POJ3249 工作难题(DAG有向无环图的单源最短路径)
有N个城市,它们之间存在一些单向路径,若可以从城市i到城市j,则一定无法从城市j到达城市i,只出不入的城市称为源点城市,只入不出的城市称为终点城市。已知到达某个城市就可以获得或者失去一定的钱财。现在狗先生从某个源点出发,到达某个终点停止,他想拥有尽量多的钱财。要求给出最多的钱财是多少。

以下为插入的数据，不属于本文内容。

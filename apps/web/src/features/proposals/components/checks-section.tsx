import { Heading, Link, List, Stack, Text } from '@chakra-ui/react';
import { ArrowRight } from 'lucide-react';
import { Link as RouterLink } from 'react-router-dom';
import { LoadError } from '@/components/ui/load-error';
import { BlockLoader } from '@/components/ui/loading';
import { StatusIndicator } from '@/components/ui/status-indicator';
import type { CheckItem, CheckLevel, Proposal } from '../api';
import { checkHref } from '../focus';
import { useChecks } from '../hooks';
import { LEVEL_PLURALS, sectionLabel } from '../labels';
import { OBSERVATION_FIELD_LABELS, observationFieldOf } from '../observation-preview';
import { OVERVIEW_LABELS } from './overview-section';
import { Finding } from './findings-list';

const LEVELS: CheckLevel[] = ['blocker', 'warning', 'note'];

const MEANING: Record<CheckLevel, string> = {
  blocker: 'These stop the submission until they are cleared.',
  warning: 'Worth a second look; they do not stop the submission.',
  note: 'For information.',
};

/** Where a finding's link goes, in words: "Observations › Bandwidth (MHz) of NGC 9001". */
function placeOf(item: CheckItem, proposal: Proposal): string {
  const section = sectionLabel(item.section);
  const field =
    item.section === 'overview'
      ? OVERVIEW_LABELS[item.field as keyof typeof OVERVIEW_LABELS]
      : item.section === 'observations'
        ? (() => {
            const name = observationFieldOf(item.field);
            return name ? OBSERVATION_FIELD_LABELS[name] : undefined;
          })()
        : undefined;
  const observation = proposal.observations.find((o) => o.id === item.observationId);
  const targetId = observation?.targetId ?? item.targetId;
  const target = proposal.targets.find((t) => t.id === targetId);
  const of = target ? ` of ${target.name}` : '';
  return field ? `${section} › ${field}${of}` : `${section}${of}`;
}

/** Every finding of the server's validation, by level, each linking to what it is about. */
export function ChecksSection({ proposal }: { proposal: Proposal }) {
  const checks = useChecks(proposal.reference);
  if (checks.isPending) return <BlockLoader label="Loading the checks" lines={4} />;
  if (checks.isError)
    return (
      <LoadError error={checks.error} what="the checks" onRetry={() => void checks.refetch()} />
    );
  const { items } = checks.data;
  if (items.length === 0) {
    return (
      <StatusIndicator tone="success" role="status">
        No blockers, warnings or notes: the proposal passes every check.
      </StatusIndicator>
    );
  }
  return (
    <Stack gap="8">
      {LEVELS.map((level) => {
        const group = items.filter((item) => item.level === level);
        const headingId = `checks-${level}`;
        return (
          <Stack as="section" key={level} aria-labelledby={headingId} gap="3">
            <Heading as="h3" size="md" id={headingId}>
              {LEVEL_PLURALS[level]} ({group.length})
            </Heading>
            <Text fontSize="sm" color="fg.muted">
              {group.length === 0 ? `No ${LEVEL_PLURALS[level].toLowerCase()}.` : MEANING[level]}
            </Text>
            {group.length > 0 && (
              <List.Root as="ul" listStyle="none" ps="0" gap="2">
                {group.map((item, index) => (
                  <Finding
                    key={`${item.code}-${item.field}-${index}`}
                    level={item.level}
                    message={item.message}
                    code={item.code}
                  >
                    <Link asChild mt="1" fontSize="sm">
                      <RouterLink to={checkHref(proposal.reference, item)}>
                        Go to {placeOf(item, proposal)} <ArrowRight aria-hidden size="14" />
                      </RouterLink>
                    </Link>
                  </Finding>
                ))}
              </List.Root>
            )}
          </Stack>
        );
      })}
    </Stack>
  );
}
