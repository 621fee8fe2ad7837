import {
  Button,
  chakra,
  Checkbox,
  Heading,
  HStack,
  Input,
  NativeSelect,
  SimpleGrid,
  Stack,
  Text,
} from '@chakra-ui/react';
import {
  CoordinateParseError,
  formatDeclination,
  formatRightAscension,
  parseDeclination,
  parseRightAscension,
  type VelocityConvention,
} from '@skyhours/calc';
import { useEffect, useMemo } from 'react';
import { Controller, useForm, useWatch, type Path } from 'react-hook-form';
import { FormError, FormField } from '@/components/ui/form-field';
import { StatusIndicator } from '@/components/ui/status-indicator';
import { isApiError } from '@/lib/api-client';
import { setServerErrors } from '@/lib/form-errors';
import { addTarget, type Proposal, type Target, type TargetInput, updateTarget } from '../api';
import { formatNumber, parseNumber } from '../format';
import { focusAfterNavigation } from '../focus';
import { useProposalWrite } from '../hooks';
import { apartFromFields, withFieldPaths } from '../issues';
import { WriteError } from './write-error';

export interface TargetFormValues {
  name: string;
  ra: string;
  dec: string;
  extentArcsec: string;
  fluxDensityMJy: string;
  hasLine: boolean;
  restGHz: string;
  shift: 'velocity' | 'redshift';
  velocityKmS: string;
  convention: VelocityConvention;
  redshift: string;
}

const FIELDS: Path<TargetFormValues>[] = [
  'name',
  'ra',
  'dec',
  'extentArcsec',
  'fluxDensityMJy',
  'restGHz',
  'velocityKmS',
  'convention',
  'redshift',
];

/** The server's paths (and the checks') to this form's fields. */
export function targetFieldOf(path: string): Path<TargetFormValues> | null {
  const bare = path.replace(/^target\./, '').replace(/^line\./, '');
  const aliases: Record<string, Path<TargetFormValues>> = {
    raDeg: 'ra',
    decDeg: 'dec',
    fluxMJy: 'fluxDensityMJy',
    line: 'restGHz',
  };
  const field = aliases[bare] ?? bare;
  return (FIELDS as string[]).includes(field) ? (field as Path<TargetFormValues>) : null;
}

const text = (x: number | null | undefined) => (x === null || x === undefined ? '' : String(x));

function valuesOf(target: Target | undefined): TargetFormValues {
  const line = target?.line ?? null;
  return {
    name: target?.name ?? '',
    ra: target ? formatRightAscension(target.raDeg, 2) : '',
    dec: target ? formatDeclination(target.decDeg, 1) : '',
    extentArcsec: target ? String(target.extentArcsec) : '0',
    fluxDensityMJy: text(target?.fluxDensityMJy),
    hasLine: line !== null,
    restGHz: text(line?.restGHz),
    shift: line?.redshift !== undefined && line?.redshift !== null ? 'redshift' : 'velocity',
    velocityKmS: text(line?.velocityKmS ?? (line ? 0 : null)),
    convention: line?.convention ?? 'radio',
    redshift: text(line?.redshift),
  };
}

type Parsed = { deg: number; text: string } | { error: string } | null;

function parseCoordinate(kind: 'ra' | 'dec', value: string): Parsed {
  if (value.trim() === '') return null;
  try {
    const deg = kind === 'ra' ? parseRightAscension(value) : parseDeclination(value);
    return {
      deg,
      text: kind === 'ra' ? formatRightAscension(deg, 2) : formatDeclination(deg, 1),
    };
  } catch (error) {
    if (error instanceof CoordinateParseError) return { error: error.message };
    throw error;
  }
}

/** What the parser made of a coordinate, as the user types it. */
function ParsedCoordinate({ parsed, id }: { parsed: Parsed; id: string }) {
  if (parsed === null || 'error' in parsed) return null;
  return (
    <Text
      id={id}
      fontSize="sm"
      color="fg.muted"
      fontVariantNumeric="tabular-nums"
      aria-live="polite"
    >
      Read as {parsed.text} = {formatNumber(parsed.deg, 7)}°
    </Text>
  );
}

const numberRule = (label: string, options: { required?: boolean; min?: number } = {}) => ({
  validate: (value: string) => {
    const parsed = parseNumber(value);
    if (parsed === null) return options.required ? `Give the ${label}.` : true;
    if (typeof parsed === 'object') return parsed.error;
    if (options.min !== undefined && parsed < options.min)
      return `Must be at least ${options.min}.`;
    return true;
  },
});

function inputOf(values: TargetFormValues): TargetInput {
  const num = (value: string) => {
    const parsed = parseNumber(value);
    return typeof parsed === 'number' ? parsed : null;
  };
  const restGHz = num(values.restGHz) as number;
  return {
    name: values.name.trim(),
    ra: values.ra.trim(),
    dec: values.dec.trim(),
    extentArcsec: num(values.extentArcsec) ?? 0,
    fluxDensityMJy: num(values.fluxDensityMJy),
    line: values.hasLine
      ? values.shift === 'redshift'
        ? { restGHz, redshift: num(values.redshift) ?? 0 }
        : {
            restGHz,
            velocityKmS: num(values.velocityKmS) ?? 0,
            convention: values.convention,
          }
      : null,
  };
}

export function TargetForm({
  proposal,
  target,
  onDone,
  focusField,
}: {
  proposal: Proposal;
  /** The target being changed; a new one when absent. */
  target?: Target;
  onDone: () => void;
  focusField?: string;
}) {
  const { reference } = proposal;
  const save = useProposalWrite(reference, (version, input: TargetInput) =>
    target
      ? updateTarget(reference, version, target.id, input)
      : addTarget(reference, version, input),
  );
  const {
    register,
    handleSubmit,
    setError,
    setFocus,
    control,
    formState: { errors },
  } = useForm<TargetFormValues>({ defaultValues: valuesOf(target) });
  const [ra, dec, hasLine, shift] = useWatch({ control, name: ['ra', 'dec', 'hasLine', 'shift'] });
  const parsedRa = useMemo(() => parseCoordinate('ra', ra), [ra]);
  const parsedDec = useMemo(() => parseCoordinate('dec', dec), [dec]);

  useEffect(() => {
    const field = focusField ? targetFieldOf(focusField) : null;
    return focusAfterNavigation(() => setFocus(field ?? 'name'));
  }, [focusField, setFocus]);

  const onSubmit = handleSubmit((values) =>
    save.mutate(inputOf(values), {
      onSuccess: onDone,
      onError: (error) => {
        if (isApiError(error, 400))
          setServerErrors(withFieldPaths(error, targetFieldOf), setError, FIELDS);
      },
    }),
  );

  const liveError = (parsed: Parsed) => (parsed && 'error' in parsed ? parsed.error : undefined);
  const heading = target ? `Change ${target.name}` : 'Add a target';

  return (
    <chakra.form
      onSubmit={onSubmit}
      noValidate
      aria-labelledby="target-form-heading"
      borderWidth="1px"
      rounded="md"
      p="4"
    >
      <Stack gap="4">
        <Heading as="h4" size="sm" id="target-form-heading">
          {heading}
        </Heading>
        <SimpleGrid columns={{ base: 1, md: 3 }} gap="4">
          <FormField label="Name" error={errors.name} required>
            <Input
              autoComplete="off"
              {...register('name', {
                validate: (value) => value.trim() !== '' || 'Give the target a name.',
              })}
            />
          </FormField>
          <FormField
            label="Right ascension (ICRS)"
            error={errors.ra?.message ?? liveError(parsedRa)}
            required
            helperText={
              parsedRa && !('error' in parsedRa) ? (
                <ParsedCoordinate parsed={parsedRa} id="ra-read" />
              ) : (
                'hh:mm:ss.s, 10h00m24s or decimal degrees'
              )
            }
          >
            <Input
              autoComplete="off"
              spellCheck={false}
              fontVariantNumeric="tabular-nums"
              {...register('ra', {
                validate: (value) => {
                  const parsed = parseCoordinate('ra', value);
                  if (parsed === null) return 'Give the right ascension.';
                  return 'error' in parsed ? parsed.error : true;
                },
              })}
            />
          </FormField>
          <FormField
            label="Declination (ICRS)"
            error={errors.dec?.message ?? liveError(parsedDec)}
            required
            helperText={
              parsedDec && !('error' in parsedDec) ? (
                <ParsedCoordinate parsed={parsedDec} id="dec-read" />
              ) : (
                '±dd:mm:ss, 22d30m00s or decimal degrees'
              )
            }
          >
            <Input
              autoComplete="off"
              spellCheck={false}
              fontVariantNumeric="tabular-nums"
              {...register('dec', {
                validate: (value) => {
                  const parsed = parseCoordinate('dec', value);
                  if (parsed === null) return 'Give the declination.';
                  return 'error' in parsed ? parsed.error : true;
                },
              })}
            />
          </FormField>
          <FormField
            label="Angular extent (″)"
            error={errors.extentArcsec}
            required
            helperText="Diameter of the region to image; 0 for a point source."
          >
            <Input
              inputMode="decimal"
              {...register('extentArcsec', numberRule('extent', { required: true, min: 0 }))}
            />
          </FormField>
          <FormField label="Expected flux density (mJy)" error={errors.fluxDensityMJy}>
            <Input
              inputMode="decimal"
              {...register('fluxDensityMJy', numberRule('flux density'))}
            />
          </FormField>
        </SimpleGrid>

        <Controller
          control={control}
          name="hasLine"
          render={({ field }) => (
            <Checkbox.Root
              checked={field.value}
              onCheckedChange={(details) => field.onChange(details.checked === true)}
            >
              <Checkbox.HiddenInput name={field.name} onBlur={field.onBlur} />
              <Checkbox.Control />
              <Checkbox.Label>A line target: observe a spectral line</Checkbox.Label>
            </Checkbox.Root>
          )}
        />
        {hasLine && (
          <SimpleGrid columns={{ base: 1, md: 4 }} gap="4">
            <FormField label="Rest frequency (GHz)" error={errors.restGHz} required>
              <Input
                inputMode="decimal"
                {...register('restGHz', numberRule('rest frequency', { required: true }))}
              />
            </FormField>
            <FormField label="Shift given as">
              <NativeSelect.Root>
                <NativeSelect.Field {...register('shift')}>
                  <option value="velocity">Velocity</option>
                  <option value="redshift">Redshift</option>
                </NativeSelect.Field>
                <NativeSelect.Indicator />
              </NativeSelect.Root>
            </FormField>
            {shift === 'velocity' ? (
              <>
                <FormField label="Velocity (km/s)" error={errors.velocityKmS} required>
                  <Input
                    inputMode="decimal"
                    {...register('velocityKmS', numberRule('velocity', { required: true }))}
                  />
                </FormField>
                <FormField label="Velocity convention" error={errors.convention}>
                  <NativeSelect.Root>
                    <NativeSelect.Field {...register('convention')}>
                      <option value="radio">Radio</option>
                      <option value="optical">Optical</option>
                      <option value="relativistic">Relativistic</option>
                    </NativeSelect.Field>
                    <NativeSelect.Indicator />
                  </NativeSelect.Root>
                </FormField>
              </>
            ) : (
              <FormField label="Redshift z" error={errors.redshift} required>
                <Input
                  inputMode="decimal"
                  {...register('redshift', numberRule('redshift', { required: true }))}
                />
              </FormField>
            )}
          </SimpleGrid>
        )}
        <FormError error={errors.root?.server} />
        <WriteError error={apartFromFields(save.error)} reference={reference} />
        <HStack gap="3">
          <Button type="submit" loading={save.isPending}>
            {target ? 'Save the target' : 'Add the target'}
          </Button>
          <Button variant="outline" onClick={onDone}>
            Cancel
          </Button>
          {Object.keys(errors).length > 0 && (
            <StatusIndicator tone="blocker" fontSize="sm">
              Correct the marked fields
            </StatusIndicator>
          )}
        </HStack>
      </Stack>
    </chakra.form>
  );
}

题目给定的是一个有向无环图。最多的钱财可以转换成最短路径问题,每条边的权重其实就是到达该边的终点得到或失去的钱财。有向无环图的单源最短路径可以采用先拓扑排序再按照顺序遍历各个点的边进行松弛的方法进行。由于没有环,因此肯定存在最短路径。把最短路径转换为最长路径就可以解决这个问题了。
#include <iostream>
#include <cstdio>
#include <algorithm>
using namespace std;
const int N = 100005;
const int E = 1200005;
const int MAX = 99999999;
struct Edge
{
int pnt;
int dis;
int next;
};
Edge edge[E];
int cur;
int neigh[N];
int val[N];
int indegree[N], outdegree[N];
int maxdis[N];
int topoqueue[N];
int n, e;
void addedge(int beg, int end, int dis)
{
++outdegree[beg];
++indegree[end];
edge[cur].pnt = end;
edge[cur].dis = dis;
edge[cur].next = neigh[beg];
neigh[beg] = cur;
++cur;
}
void toposort()
{
int front, rear, node, te, pnt;
front = rear = 0;
topoqueue[rear++] = 0;
while (front != rear)
{
node = topoqueue[front++];
te = neigh[node];
while (te != -1)
{
pnt = edge[te].pnt;
--indegree[pnt];
if (indegree[pnt] == 0) topoqueue[rear++] = pnt;
te = edge[te].next;
}
}
}
void relax(int u, int v, int dis)
{
if (maxdis[u] + dis > maxdis[v]) maxdis[v] = maxdis[u] + dis;
}
void dag()
{
for (int i = 0; i <= n + 1; ++i) maxdis[i] = -MAX;
int topo_pt = 0;
int te, pnt, node;
maxdis[0] = 0;
while (topo_pt <= n + 1)
{
node = topoqueue[topo_pt++];
te = neigh[node];
while (te != -1)
{
pnt = edge[te].pnt;
relax(node, pnt, edge[te].dis);
te = edge[te].next;
}
}
}
int main()
{
int beg, end;
while (scanf("%d%d", &n, &e) != EOF)
{
cur = 0;
for (int i = 0; i <= n + 1; ++i)
{
neigh[i] = -1;
indegree[i] = outdegree[i] = 0;
}
for (int i = 1; i <= n; ++i) scanf("%d", &val[i]);
for (int i = 0; i < e; ++i)
{
scanf("%d%d", &beg, &end);
addedge(beg, end, val[end]);
}
for (int i = 1; i <= n; ++i)
{
if (indegree[i] == 0) addedge(0, i, val[i]);
if (outdegree[i] == 0) addedge(i, n + 1, 0);
}
toposort();
dag();
printf("%d\n", maxdis[n + 1]);
}
return 0;
}